TASK TO CARRY OUT:
Please reproduce every entry, keeping each one exact.

◆ ◆ ◆ ◆

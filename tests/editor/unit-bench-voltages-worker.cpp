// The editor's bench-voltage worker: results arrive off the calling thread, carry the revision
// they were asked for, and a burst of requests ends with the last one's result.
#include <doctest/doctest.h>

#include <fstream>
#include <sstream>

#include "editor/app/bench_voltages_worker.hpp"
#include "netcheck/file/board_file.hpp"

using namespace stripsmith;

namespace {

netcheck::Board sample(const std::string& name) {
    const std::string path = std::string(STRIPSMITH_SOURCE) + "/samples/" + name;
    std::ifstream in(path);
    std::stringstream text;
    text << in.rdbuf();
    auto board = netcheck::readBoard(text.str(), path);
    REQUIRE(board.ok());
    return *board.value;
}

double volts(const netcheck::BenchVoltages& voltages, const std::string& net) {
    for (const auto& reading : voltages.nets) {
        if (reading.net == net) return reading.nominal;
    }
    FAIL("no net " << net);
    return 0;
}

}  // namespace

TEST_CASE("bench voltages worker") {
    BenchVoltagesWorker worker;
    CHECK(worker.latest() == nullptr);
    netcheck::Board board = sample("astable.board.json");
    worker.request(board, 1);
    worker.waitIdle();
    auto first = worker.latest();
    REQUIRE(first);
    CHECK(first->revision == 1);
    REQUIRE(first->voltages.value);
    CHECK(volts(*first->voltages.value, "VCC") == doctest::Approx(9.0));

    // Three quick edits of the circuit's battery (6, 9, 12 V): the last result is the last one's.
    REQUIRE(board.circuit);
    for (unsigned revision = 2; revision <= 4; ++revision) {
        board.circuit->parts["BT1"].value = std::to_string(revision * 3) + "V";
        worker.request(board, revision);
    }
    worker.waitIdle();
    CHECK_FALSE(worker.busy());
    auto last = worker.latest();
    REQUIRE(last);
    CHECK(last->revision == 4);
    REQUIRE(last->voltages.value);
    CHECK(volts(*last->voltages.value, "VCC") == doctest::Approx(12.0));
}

◆ ◆ ◆ ◆

ANSWER TO THE EXERCISE:
filename tests/editor/unit-bench-voltages-worker.cpp
// The editor's bench-voltage worker: results arrive off the calling thread, carry the revision
// they were asked for, and a burst of requests ends with the last one's result.
#include <doctest/doctest.h>

#include <fstream>
#include <sstream>

#include "editor/app/bench_voltages_worker.hpp"
#include "netcheck/file/board_file.hpp"

using namespace stripsmith;

namespace {

netcheck::Board sample(const std::string& name) {
    const std::string path = std::string(STRIPSMITH_SOURCE) + "/samples/" + name;
    std::ifstream in(path);
    std::stringstream text;
    text << in.rdbuf();
    auto board = netcheck::readBoard(text.str(), path);
    REQUIRE(board.ok());
    return *board.value;
}

double volts(const netcheck::BenchVoltages& voltages, const std::string& net) {
    for (const auto& reading : voltages.nets) {
        if (reading.net == net) return reading.nominal;
    }
    FAIL("no net " << net);
    return 0;
}

}  // namespace

TEST_CASE("bench voltages worker") {
    BenchVoltagesWorker worker;
    CHECK(worker.latest() == nullptr);
    netcheck::Board board = sample("astable.board.json");
    worker.request(board, 1);
    worker.waitIdle();
    auto first = worker.latest();
    REQUIRE(first);
    CHECK(first->revision == 1);
    REQUIRE(first->voltages.value);
    CHECK(volts(*first->voltages.value, "VCC") == doctest::Approx(9.0));

    // Three quick edits of the circuit's battery (6, 9, 12 V): the last result is the last one's.
    REQUIRE(board.circuit);
    for (unsigned revision = 2; revision <= 4; ++revision) {
        board.circuit->parts["BT1"].value = std::to_string(revision * 3) + "V";
        worker.request(board, revision);
    }
    worker.waitIdle();
    CHECK_FALSE(worker.busy());
    auto last = worker.latest();
    REQUIRE(last);
    CHECK(last->revision == 4);
    REQUIRE(last->voltages.value);
    CHECK(volts(*last->voltages.value, "VCC") == doctest::Approx(12.0));
}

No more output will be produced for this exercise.